Pull every line with "integer" from the data below and copy it.

(Saved entries)
Segment Open

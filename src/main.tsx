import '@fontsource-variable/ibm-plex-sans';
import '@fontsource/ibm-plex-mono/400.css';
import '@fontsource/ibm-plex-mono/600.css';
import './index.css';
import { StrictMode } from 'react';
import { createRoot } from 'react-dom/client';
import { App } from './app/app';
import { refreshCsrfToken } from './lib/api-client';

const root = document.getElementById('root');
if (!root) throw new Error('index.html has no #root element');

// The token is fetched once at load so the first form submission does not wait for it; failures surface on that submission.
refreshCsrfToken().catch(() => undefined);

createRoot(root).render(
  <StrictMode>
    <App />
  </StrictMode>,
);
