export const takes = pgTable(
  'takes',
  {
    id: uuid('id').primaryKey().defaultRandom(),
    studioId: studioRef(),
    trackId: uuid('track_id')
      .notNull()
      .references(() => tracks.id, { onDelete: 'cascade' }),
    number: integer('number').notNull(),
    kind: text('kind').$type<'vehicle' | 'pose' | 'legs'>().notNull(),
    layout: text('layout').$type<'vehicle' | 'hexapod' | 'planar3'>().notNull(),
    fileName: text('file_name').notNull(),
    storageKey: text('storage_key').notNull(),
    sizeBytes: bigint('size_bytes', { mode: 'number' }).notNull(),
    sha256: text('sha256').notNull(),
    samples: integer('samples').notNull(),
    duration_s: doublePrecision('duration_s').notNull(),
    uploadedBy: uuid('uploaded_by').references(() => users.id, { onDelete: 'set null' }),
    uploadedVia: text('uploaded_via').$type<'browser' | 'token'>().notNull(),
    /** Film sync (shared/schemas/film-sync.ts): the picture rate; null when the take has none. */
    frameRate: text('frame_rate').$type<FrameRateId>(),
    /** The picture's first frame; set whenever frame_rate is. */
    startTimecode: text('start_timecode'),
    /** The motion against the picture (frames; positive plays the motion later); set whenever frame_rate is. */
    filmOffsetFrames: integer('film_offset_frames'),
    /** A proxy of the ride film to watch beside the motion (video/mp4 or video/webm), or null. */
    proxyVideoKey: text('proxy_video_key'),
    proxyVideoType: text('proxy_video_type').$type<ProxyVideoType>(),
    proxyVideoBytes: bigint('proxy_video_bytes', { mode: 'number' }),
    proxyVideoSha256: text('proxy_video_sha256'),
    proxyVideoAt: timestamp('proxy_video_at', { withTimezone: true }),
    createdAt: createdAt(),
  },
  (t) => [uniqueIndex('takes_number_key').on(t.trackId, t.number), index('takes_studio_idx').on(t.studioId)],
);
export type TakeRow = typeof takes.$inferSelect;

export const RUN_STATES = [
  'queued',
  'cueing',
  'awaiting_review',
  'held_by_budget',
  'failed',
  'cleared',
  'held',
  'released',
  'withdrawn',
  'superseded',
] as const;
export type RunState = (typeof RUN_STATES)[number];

Segment Closed
Segment Open

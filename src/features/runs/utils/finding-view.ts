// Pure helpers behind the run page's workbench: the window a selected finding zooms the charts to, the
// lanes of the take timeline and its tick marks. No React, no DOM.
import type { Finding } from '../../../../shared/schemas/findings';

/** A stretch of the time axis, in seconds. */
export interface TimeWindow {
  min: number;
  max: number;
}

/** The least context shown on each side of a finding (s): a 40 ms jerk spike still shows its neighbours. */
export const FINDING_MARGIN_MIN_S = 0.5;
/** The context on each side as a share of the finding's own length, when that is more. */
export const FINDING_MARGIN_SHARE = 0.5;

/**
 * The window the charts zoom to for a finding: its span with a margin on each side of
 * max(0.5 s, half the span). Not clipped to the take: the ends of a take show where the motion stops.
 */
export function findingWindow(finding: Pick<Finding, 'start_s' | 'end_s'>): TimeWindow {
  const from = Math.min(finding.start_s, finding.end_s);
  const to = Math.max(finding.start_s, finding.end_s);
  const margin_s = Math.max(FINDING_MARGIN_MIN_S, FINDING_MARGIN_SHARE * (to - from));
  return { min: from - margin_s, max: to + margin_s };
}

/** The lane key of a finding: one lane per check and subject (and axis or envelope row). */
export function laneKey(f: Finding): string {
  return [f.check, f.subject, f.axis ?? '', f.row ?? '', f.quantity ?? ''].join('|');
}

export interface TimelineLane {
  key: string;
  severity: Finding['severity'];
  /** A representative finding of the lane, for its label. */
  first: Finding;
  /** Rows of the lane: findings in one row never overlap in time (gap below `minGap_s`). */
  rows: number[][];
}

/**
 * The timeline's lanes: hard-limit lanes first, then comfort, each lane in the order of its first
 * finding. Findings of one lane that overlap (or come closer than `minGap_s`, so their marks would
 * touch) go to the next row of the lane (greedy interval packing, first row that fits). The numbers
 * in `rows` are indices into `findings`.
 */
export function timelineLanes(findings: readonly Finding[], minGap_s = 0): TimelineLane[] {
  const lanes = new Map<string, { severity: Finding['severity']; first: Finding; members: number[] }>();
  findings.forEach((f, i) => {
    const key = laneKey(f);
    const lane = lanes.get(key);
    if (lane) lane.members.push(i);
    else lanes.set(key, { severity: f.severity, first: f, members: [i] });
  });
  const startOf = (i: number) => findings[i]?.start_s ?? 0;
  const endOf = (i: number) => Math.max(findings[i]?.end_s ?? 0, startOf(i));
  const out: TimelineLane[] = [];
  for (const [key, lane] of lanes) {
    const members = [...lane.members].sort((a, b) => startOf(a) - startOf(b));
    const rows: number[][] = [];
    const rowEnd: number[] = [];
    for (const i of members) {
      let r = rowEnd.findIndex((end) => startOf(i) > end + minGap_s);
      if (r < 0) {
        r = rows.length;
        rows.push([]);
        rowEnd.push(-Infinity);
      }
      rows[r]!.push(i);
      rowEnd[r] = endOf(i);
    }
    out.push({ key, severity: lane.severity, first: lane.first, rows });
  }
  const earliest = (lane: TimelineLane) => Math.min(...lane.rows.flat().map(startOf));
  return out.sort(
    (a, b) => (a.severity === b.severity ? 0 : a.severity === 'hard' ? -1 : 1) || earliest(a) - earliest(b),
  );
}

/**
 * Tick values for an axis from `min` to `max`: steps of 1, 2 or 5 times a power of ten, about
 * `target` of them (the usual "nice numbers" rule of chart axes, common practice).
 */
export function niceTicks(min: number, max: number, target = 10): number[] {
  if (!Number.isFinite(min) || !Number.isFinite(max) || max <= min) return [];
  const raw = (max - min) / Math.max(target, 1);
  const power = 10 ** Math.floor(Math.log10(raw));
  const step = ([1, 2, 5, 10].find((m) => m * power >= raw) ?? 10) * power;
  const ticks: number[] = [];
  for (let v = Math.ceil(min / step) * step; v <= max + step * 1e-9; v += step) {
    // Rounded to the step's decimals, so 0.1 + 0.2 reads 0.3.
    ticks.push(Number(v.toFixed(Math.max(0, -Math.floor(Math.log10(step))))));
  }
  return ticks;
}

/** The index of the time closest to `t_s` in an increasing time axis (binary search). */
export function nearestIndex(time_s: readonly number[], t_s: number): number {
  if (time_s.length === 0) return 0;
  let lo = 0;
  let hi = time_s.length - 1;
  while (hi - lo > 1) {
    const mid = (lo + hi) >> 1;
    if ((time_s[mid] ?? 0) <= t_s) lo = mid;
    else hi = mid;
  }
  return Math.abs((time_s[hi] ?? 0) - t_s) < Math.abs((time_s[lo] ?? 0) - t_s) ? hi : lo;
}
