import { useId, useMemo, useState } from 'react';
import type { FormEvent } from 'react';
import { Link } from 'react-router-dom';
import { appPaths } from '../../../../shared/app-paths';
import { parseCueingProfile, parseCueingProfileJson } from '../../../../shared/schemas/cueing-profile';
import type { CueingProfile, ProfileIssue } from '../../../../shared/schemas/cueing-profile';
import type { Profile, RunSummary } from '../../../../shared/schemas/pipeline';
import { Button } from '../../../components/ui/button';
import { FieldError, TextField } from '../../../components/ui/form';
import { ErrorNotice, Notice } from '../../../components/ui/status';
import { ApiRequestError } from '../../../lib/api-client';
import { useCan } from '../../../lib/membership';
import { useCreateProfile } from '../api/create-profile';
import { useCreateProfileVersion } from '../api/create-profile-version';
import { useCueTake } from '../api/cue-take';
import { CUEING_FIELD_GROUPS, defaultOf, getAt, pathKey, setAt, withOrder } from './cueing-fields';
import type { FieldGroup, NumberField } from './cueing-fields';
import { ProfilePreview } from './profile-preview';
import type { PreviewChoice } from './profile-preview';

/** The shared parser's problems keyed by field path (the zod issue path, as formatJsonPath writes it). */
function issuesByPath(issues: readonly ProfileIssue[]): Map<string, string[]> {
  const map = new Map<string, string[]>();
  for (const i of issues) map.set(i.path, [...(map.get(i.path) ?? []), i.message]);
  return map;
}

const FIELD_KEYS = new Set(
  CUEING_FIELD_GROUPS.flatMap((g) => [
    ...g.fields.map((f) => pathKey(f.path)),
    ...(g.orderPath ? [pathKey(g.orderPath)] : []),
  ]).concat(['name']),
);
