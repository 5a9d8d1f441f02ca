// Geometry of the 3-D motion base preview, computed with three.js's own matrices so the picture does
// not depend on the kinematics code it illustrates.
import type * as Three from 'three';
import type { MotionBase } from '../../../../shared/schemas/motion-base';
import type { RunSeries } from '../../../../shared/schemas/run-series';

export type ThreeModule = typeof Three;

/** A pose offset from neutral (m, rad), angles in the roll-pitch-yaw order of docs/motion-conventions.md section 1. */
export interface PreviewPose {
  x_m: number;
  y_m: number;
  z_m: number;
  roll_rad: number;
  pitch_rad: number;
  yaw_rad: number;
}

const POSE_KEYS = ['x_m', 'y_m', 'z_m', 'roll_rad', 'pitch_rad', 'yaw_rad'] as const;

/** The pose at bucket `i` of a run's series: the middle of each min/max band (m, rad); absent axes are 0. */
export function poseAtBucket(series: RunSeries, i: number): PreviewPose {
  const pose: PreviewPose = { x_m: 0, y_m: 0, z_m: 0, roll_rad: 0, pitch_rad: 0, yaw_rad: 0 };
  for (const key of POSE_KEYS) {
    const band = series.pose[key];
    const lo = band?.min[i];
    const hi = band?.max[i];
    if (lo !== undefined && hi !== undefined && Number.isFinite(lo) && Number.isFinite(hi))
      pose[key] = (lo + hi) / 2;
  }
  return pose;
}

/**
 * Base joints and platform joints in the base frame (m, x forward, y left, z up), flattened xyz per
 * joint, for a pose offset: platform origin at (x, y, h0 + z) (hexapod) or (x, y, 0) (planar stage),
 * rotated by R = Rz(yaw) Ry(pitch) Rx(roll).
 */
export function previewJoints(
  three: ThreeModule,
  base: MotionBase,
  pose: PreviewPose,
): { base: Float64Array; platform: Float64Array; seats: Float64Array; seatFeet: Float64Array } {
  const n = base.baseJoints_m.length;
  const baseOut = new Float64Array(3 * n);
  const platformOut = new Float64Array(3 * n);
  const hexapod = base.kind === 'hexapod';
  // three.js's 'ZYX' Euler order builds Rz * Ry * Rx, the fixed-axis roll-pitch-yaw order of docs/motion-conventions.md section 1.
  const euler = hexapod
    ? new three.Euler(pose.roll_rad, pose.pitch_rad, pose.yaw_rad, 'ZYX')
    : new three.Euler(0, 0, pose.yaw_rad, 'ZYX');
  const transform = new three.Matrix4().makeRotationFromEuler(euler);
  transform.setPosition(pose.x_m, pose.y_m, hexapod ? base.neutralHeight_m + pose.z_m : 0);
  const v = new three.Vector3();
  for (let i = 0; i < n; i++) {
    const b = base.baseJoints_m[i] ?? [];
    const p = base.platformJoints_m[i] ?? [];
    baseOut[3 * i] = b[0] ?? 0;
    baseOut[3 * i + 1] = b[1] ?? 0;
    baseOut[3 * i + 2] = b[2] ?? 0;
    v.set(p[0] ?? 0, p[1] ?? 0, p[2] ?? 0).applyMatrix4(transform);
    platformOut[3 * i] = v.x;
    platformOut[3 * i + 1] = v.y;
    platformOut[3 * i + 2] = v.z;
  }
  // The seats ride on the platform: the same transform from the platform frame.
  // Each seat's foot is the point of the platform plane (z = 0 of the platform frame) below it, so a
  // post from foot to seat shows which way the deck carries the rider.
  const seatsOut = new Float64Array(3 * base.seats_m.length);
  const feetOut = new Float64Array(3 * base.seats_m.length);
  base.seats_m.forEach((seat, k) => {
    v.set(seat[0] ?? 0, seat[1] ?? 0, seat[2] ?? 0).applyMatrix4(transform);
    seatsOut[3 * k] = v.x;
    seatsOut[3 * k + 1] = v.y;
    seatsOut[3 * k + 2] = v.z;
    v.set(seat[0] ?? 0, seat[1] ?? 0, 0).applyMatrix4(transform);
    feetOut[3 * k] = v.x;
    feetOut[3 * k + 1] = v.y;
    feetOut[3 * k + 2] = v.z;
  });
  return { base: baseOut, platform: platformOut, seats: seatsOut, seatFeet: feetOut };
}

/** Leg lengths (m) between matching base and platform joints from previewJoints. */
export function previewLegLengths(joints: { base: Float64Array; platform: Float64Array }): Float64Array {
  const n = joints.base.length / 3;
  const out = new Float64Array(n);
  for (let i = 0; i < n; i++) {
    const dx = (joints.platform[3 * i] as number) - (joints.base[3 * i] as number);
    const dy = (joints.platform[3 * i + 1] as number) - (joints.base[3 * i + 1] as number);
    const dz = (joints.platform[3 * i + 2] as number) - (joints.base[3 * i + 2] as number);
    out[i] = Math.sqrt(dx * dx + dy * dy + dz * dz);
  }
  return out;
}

Segment Closed

▸ **RESPONSE**
    number: integer('number').notNull(),
    samples: integer('samples').notNull(),
    filmOffsetFrames: integer('film_offset_frames'),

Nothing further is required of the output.